Stored items:
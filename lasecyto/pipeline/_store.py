"""Per-item results persisted as they finish; resume; assembly in manifest order.

Layout of a run directory's item store::

    RUN_DIR/items/.lasecyto-items          tag: this directory belongs to lasecyto
    RUN_DIR/items/<slug>/item.json         the item's marker: key, status, error, tables
    RUN_DIR/items/<slug>/<table>.parquet   the item's rows of each table (``cells``: its row)

An item is *finished* when its marker exists; the marker is written last
(atomically) after every table file of the item, and removed first when the
item is recomputed, so an interrupted run never leaves a marker that points at
partial results.  The item's *key* is a SHA-256 over everything the item
depends on: every field of its :class:`~lasecyto.pipeline.CellJob` (resolved
parameters, lamp axis, rows, design, ...), the SHA-256 of every file a job
field names (absolute paths of stacks, sidecars, image stacks, ...), the
lasecyto version and the store format.  ``--resume`` keeps an item whose
marker says ``ok`` with the same key and whose table files hold the rows the
marker lists; everything else is recomputed.

Item files are renamed into place atomically but not flushed to disk one by
one (a flush costs about 12 ms per file on the reference machine, more than
a fast item takes): a killed run loses nothing, and after a power cut the
check above finds short or empty files and recomputes those items.  The
final tables and the run record are flushed.
"""

from __future__ import annotations

import contextlib
import dataclasses
import hashlib
import json
import logging
import os
import re
import shutil
import socket
from collections.abc import Mapping, MutableMapping
from pathlib import Path

import pandas as pd
import pyarrow.parquet as pq

from .. import tables
from .._version import __version__
from ..exceptions import InputError, LasecytoError
from ..io import (file_sha256, read_table, read_table_parts, write_json, write_part, write_table,
                  write_table_parts)

__all__ = ["AssembledTables", "FileHashes", "ItemStore", "TableFiles", "item_key", "run_lock"]

logger = logging.getLogger("lasecyto.pipeline.store")

STORE_VERSION = 1
_TAG = ".lasecyto-items"
_MARKER = "item.json"
_LOCK = ".lasecyto-run.lock"


class FileHashes:
    """SHA-256 of files, computed once per (path, size, modification time)."""

    def __init__(self):
        self._cache = {}

    def __call__(self, path) -> str | None:
        path = Path(path)
        try:
            st = path.stat()
        except OSError:
            return None
        key = (str(path), st.st_size, st.st_mtime_ns)
        if key not in self._cache:
            self._cache[key] = file_sha256(path)
        return self._cache[key]


def _plain(value):
    """A JSON-able, canonical form of a job field (for hashing only)."""
    if value is None or isinstance(value, (bool, str, int)):
        return value
    if isinstance(value, float):
        return repr(value)  # exact, and NaN/inf survive
    if hasattr(value, "dtype") and hasattr(value, "tolist"):  # numpy scalars and arrays
        return {"dtype": str(value.dtype), "values": _plain(value.tolist())}
    if isinstance(value, os.PathLike):
        return os.fspath(value)
    if dataclasses.is_dataclass(value) and not isinstance(value, type):
        return {"__type__": type(value).__name__,
                **{f.name: _plain(getattr(value, f.name)) for f in dataclasses.fields(value)}}
    if isinstance(value, Mapping):
        return {str(k): _plain(v) for k, v in sorted(value.items(), key=lambda kv: str(kv[0]))}
    if isinstance(value, (list, tuple)):
        return [_plain(v) for v in value]
    return repr(value)


def item_key(job, *, file_hash) -> str:
    """SHA-256 of everything one item depends on (see the module docstring).

    Parameters
    ----------
    job : dataclass instance
        The item's job (a :class:`~lasecyto.pipeline.CellJob`).
    file_hash : callable
        ``file_hash(path)`` returns the SHA-256 of a file or None (a :class:`FileHashes`).
    """
    fields = {f.name: getattr(job, f.name) for f in dataclasses.fields(job)}
    files = {}
    for name, value in fields.items():
        if isinstance(value, (str, os.PathLike)):
            text = os.fspath(value)
            if os.path.isabs(text) and os.path.isfile(text):
                files[name] = file_hash(text)
    doc = {"store": STORE_VERSION, "lasecyto": __version__, "job_type": type(job).__name__,
           "job": _plain(fields), "files": files}
    return hashlib.sha256(json.dumps(doc, sort_keys=True).encode("utf-8")).hexdigest()


def item_dirname(item_id: str) -> str:
    """File-system safe, collision-free directory name of an item."""
    slug = re.sub(r"[^A-Za-z0-9._-]+", "_", item_id).strip("._")[:60] or "item"
    return f"{slug}.{hashlib.sha256(item_id.encode('utf-8')).hexdigest()[:10]}"


def _cells_row(cell: dict) -> pd.DataFrame:
    row = {k: v for k, v in cell.items() if k not in ("note", "quantity")}
    row["quantity"] = cell.get("quantity", "")
    row["note"] = cell.get("note", "")
    return pd.DataFrame([row])


class ItemStore:
    """The per-item results of one run directory.

    Parameters
    ----------
    run_dir : path
        The run directory; items live in ``run_dir/items``.
    fresh : bool
        Start empty (a run without ``--resume``): an existing item store is
        removed.  A directory ``items`` that lasecyto did not make is never
        removed; it is an error.
    """

    def __init__(self, run_dir, *, fresh: bool):
        self.root = Path(run_dir) / "items"
        tag = self.root / _TAG
        if self.root.exists() and not tag.is_file():
            raise InputError("run directory holds an 'items' directory that lasecyto did not write",
                             path=self.root, expected=f"a lasecyto item store (with {_TAG})",
                             found="another directory; choose another --out")
        if fresh and self.root.exists():
            shutil.rmtree(self.root)
        self.root.mkdir(parents=True, exist_ok=True)
        for tmp in self.root.glob("*/.*.tmp"):  # left by a killed run (atomic writes not finished)
            tmp.unlink(missing_ok=True)
        if not tag.is_file():
            tag.write_text(f"lasecyto item store, format {STORE_VERSION}\n", encoding="utf-8")

    def _dir(self, item_id):
        return self.root / item_dirname(item_id)

    def marker(self, item_id) -> dict | None:
        """The item's marker, or None when absent or unreadable."""
        path = self._dir(item_id) / _MARKER
        try:
            doc = json.loads(path.read_text(encoding="utf-8"))
        except (OSError, ValueError):
            return None
        if not isinstance(doc, dict) or doc.get("item") != item_id:
            return None
        return doc

    def finished(self, item_id, key) -> dict | None:
        """The marker of a finished, intact item computed with ``key``; else None."""
        doc = self.marker(item_id)
        if doc is None or doc.get("key") != key or doc.get("status") != "ok":
            return None
        d = self._dir(item_id)
        try:
            for name, info in doc.get("tables", {}).items():
                if pq.read_metadata(d / info["file"]).num_rows != info["rows"]:
                    return None
        except (OSError, KeyError, TypeError, ValueError):
            return None
        return doc

    def save(self, item_id, key, result) -> dict:
        """Persist one item's result; returns its marker.

        A table that fails its schema turns the item into a failed item
        (with the reason) instead of stopping the batch.
        """
        d = self._dir(item_id)
        d.mkdir(parents=True, exist_ok=True)
        with contextlib.suppress(FileNotFoundError):
            (d / _MARKER).unlink()
        status, error, written = result.status, result.error, {}
        if status == "ok":
            parts = dict(result.tables)
            parts["cells"] = _cells_row(result.cell)
            try:
                for name, table in parts.items():
                    if table is None:
                        continue
                    rows = write_part(table, d / f"{name}.parquet", name=name, fsync=False)
                    written[name] = {"file": f"{name}.parquet", "rows": rows}
            except LasecytoError as exc:
                status, error, written = "failed", f"result not stored: {exc}", {}
        for old in d.glob("*.parquet"):
            if old.stem not in written:
                old.unlink()
        doc = {"lasecyto_item": STORE_VERSION, "item": item_id, "key": key, "status": status,
               "error": error, "seconds": round(float(result.seconds), 3), "tables": written}
        write_json(doc, d / _MARKER, fsync=False)
        return doc

    def parts(self, item_ids, name) -> list[Path]:
        """Files of table ``name`` of the finished items, in the order of ``item_ids``."""
        out = []
        for item_id in item_ids:
            doc = self.marker(item_id)
            if doc is not None and doc.get("status") == "ok" and name in doc.get("tables", {}):
                out.append(self._dir(item_id) / doc["tables"][name]["file"])
        return out

    def table_names(self, item_ids) -> list[str]:
        """Tables held by the finished items, in schema order."""
        found = set()
        for item_id in item_ids:
            doc = self.marker(item_id)
            if doc is not None and doc.get("status") == "ok":
                found.update(doc.get("tables", {}))
        return [n for n in tables.SCHEMAS if n in found]


class AssembledTables(MutableMapping):
    """The experiment's tables assembled from the item store, loaded only when read.

    Reading ``tables[name]`` concatenates the items' parts in manifest order
    (and keeps the result); assigning ``tables[name] = df`` replaces or adds
    a table.  Tables never read are later written by streaming the parts, so
    they never occupy memory as a whole.
    """

    def __init__(self, store: ItemStore, item_ids, names):
        self._store = store
        self._ids = list(item_ids)
        self._names = list(names)
        self._loaded = {}

    def __getitem__(self, name):
        if name not in self._loaded:
            if name not in self._names:
                raise KeyError(name)
            self._loaded[name] = read_table_parts(self._store.parts(self._ids, name), name=name)
        return self._loaded[name]

    def __setitem__(self, name, table):
        if name not in self._names:
            self._names.append(name)
        self._loaded[name] = table

    def __delitem__(self, name):
        self._names.remove(name)
        self._loaded.pop(name, None)

    def __iter__(self):
        return iter(list(self._names))

    def __len__(self):
        return len(self._names)

    def is_loaded(self, name) -> bool:
        return name in self._loaded

    def write(self, name, path_stem, *, csv=True) -> int:
        """Write table ``name`` as Parquet (+ CSV), streamed from the parts unless in memory."""
        if name in self._loaded:
            table = tables.validate(self._loaded[name], name)
            write_table(table, path_stem, name=name, csv=csv)
            return len(table)
        return write_table_parts(self._store.parts(self._ids, name), path_stem, name=name, csv=csv)[2]


class TableFiles(Mapping):
    """The tables of a finished run, read from ``RUN_DIR/tables/*.parquet`` on first access."""

    def __init__(self, table_dir, names):
        self._dir = Path(table_dir)
        self._names = list(names)
        self._cache = {}

    def __getitem__(self, name):
        if name not in self._names:
            raise KeyError(name)
        if name not in self._cache:
            self._cache[name] = read_table(self._dir / f"{name}.parquet", name=name)
        return self._cache[name]

    def __iter__(self):
        return iter(self._names)

    def __len__(self):
        return len(self._names)

    def __repr__(self):
        return f"TableFiles({str(self._dir)!r}, {self._names})"


def _pid_alive(pid):
    try:
        os.kill(pid, 0)
    except ProcessLookupError:
        return False
    except PermissionError:
        return True
    return True


@contextlib.contextmanager
def run_lock(run_dir):
    """Hold ``RUN_DIR/.lasecyto-run.lock`` while a run writes there.

    A lock left by a process that no longer exists on this host (a killed
    run) is taken over; a live one is an error.
    """
    path = Path(run_dir) / _LOCK
    me = {"pid": os.getpid(), "host": socket.gethostname()}
    for _ in range(3):
        try:
            fd = os.open(path, os.O_WRONLY | os.O_CREAT | os.O_EXCL, 0o644)
        except FileExistsError:
            try:
                other = json.loads(path.read_text(encoding="utf-8"))
                pid, host = int(other["pid"]), str(other["host"])
            except (OSError, ValueError, KeyError, TypeError):
                pid, host = None, me["host"]
            if host == me["host"] and (pid is None or not _pid_alive(pid)):
                logger.info("taking over the lock of an ended run (pid %s)", pid)
                with contextlib.suppress(FileNotFoundError):
                    path.unlink()
                continue
            raise InputError("run directory is in use by another run", path=path,
                             expected="no other run writing to this directory",
                             found=f"process {pid} on {host} (remove the lock file if that run is gone)") from None
        with os.fdopen(fd, "w", encoding="utf-8") as fh:
            json.dump(me, fh)
        break
    else:
        raise InputError("run directory lock could not be taken", path=path,
                         expected="a lock file that can be created", found="it keeps reappearing")
    try:
        yield path
    finally:
        with contextlib.suppress(FileNotFoundError):
            path.unlink()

WHAT NEEDS TO BE DONE: Give back, word for word, only the lines above from the line holding "returns its marker." to the line holding "except LasecytoError as", both included.

ANSWER FOR THIS EXERCISE:
        """Persist one item's result; returns its marker.

        A table that fails its schema turns the item into a failed item
        (with the reason) instead of stopping the batch.
        """
        d = self._dir(item_id)
        d.mkdir(parents=True, exist_ok=True)
        with contextlib.suppress(FileNotFoundError):
            (d / _MARKER).unlink()
        status, error, written = result.status, result.error, {}
        if status == "ok":
            parts = dict(result.tables)
            parts["cells"] = _cells_row(result.cell)
            try:
                for name, table in parts.items():
                    if table is None:
                        continue
                    rows = write_part(table, d / f"{name}.parquet", name=name, fsync=False)
                    written[name] = {"file": f"{name}.parquet", "rows": rows}
            except LasecytoError as exc:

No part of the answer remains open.